__ACTION ITEM__: Starting at the line that contains "named, is a" and ending at the line that contains "base := filepath.Base(path)", the lines below are to be given again exactly, with nothing added.

◆ ◆ ◆ ◆ ◆

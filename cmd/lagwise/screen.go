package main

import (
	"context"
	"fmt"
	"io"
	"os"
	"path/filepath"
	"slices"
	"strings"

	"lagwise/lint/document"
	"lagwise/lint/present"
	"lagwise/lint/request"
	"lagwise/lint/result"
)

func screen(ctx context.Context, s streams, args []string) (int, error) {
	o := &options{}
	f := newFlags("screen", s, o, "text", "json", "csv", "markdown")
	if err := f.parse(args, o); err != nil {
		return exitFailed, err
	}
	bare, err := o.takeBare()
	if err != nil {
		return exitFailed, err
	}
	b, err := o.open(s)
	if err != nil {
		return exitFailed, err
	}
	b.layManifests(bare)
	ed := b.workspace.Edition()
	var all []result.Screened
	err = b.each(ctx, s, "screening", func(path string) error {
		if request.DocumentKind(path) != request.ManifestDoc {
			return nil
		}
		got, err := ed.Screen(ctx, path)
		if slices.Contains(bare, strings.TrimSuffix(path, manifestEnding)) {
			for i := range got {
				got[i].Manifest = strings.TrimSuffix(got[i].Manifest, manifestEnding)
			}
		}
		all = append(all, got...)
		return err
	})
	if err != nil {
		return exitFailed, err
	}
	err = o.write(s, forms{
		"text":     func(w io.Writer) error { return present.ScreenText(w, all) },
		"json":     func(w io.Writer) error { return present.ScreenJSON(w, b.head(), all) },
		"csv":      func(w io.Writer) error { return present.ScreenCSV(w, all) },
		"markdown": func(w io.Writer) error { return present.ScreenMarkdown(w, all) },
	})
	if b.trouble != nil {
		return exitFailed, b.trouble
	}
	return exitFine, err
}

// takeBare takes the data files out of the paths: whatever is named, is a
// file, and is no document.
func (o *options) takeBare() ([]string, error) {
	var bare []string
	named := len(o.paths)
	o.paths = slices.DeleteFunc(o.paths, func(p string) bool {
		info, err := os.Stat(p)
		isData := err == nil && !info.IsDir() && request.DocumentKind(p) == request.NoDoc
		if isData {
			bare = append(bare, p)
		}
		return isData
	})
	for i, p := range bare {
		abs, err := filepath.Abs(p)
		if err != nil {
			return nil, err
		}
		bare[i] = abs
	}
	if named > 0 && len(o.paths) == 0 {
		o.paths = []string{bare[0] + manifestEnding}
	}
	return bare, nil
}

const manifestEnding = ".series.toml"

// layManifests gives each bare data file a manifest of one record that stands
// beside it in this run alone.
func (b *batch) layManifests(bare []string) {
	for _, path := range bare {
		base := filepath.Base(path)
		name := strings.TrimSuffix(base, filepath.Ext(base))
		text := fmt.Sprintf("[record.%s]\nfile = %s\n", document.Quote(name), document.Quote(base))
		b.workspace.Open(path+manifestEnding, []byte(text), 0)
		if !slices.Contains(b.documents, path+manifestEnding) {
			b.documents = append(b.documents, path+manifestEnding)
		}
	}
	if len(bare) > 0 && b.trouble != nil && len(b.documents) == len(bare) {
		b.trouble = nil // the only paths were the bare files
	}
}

◆ ◆ ◆ ◆ ◆

__RESULT__:
// takeBare takes the data files out of the paths: whatever is named, is a
// file, and is no document.
func (o *options) takeBare() ([]string, error) {
	var bare []string
	named := len(o.paths)
	o.paths = slices.DeleteFunc(o.paths, func(p string) bool {
		info, err := os.Stat(p)
		isData := err == nil && !info.IsDir() && request.DocumentKind(p) == request.NoDoc
		if isData {
			bare = append(bare, p)
		}
		return isData
	})
	for i, p := range bare {
		abs, err := filepath.Abs(p)
		if err != nil {
			return nil, err
		}
		bare[i] = abs
	}
	if named > 0 && len(o.paths) == 0 {
		o.paths = []string{bare[0] + manifestEnding}
	}
	return bare, nil
}

const manifestEnding = ".series.toml"

// layManifests gives each bare data file a manifest of one record that stands
// beside it in this run alone.
func (b *batch) layManifests(bare []string) {
	for _, path := range bare {
		base := filepath.Base(path)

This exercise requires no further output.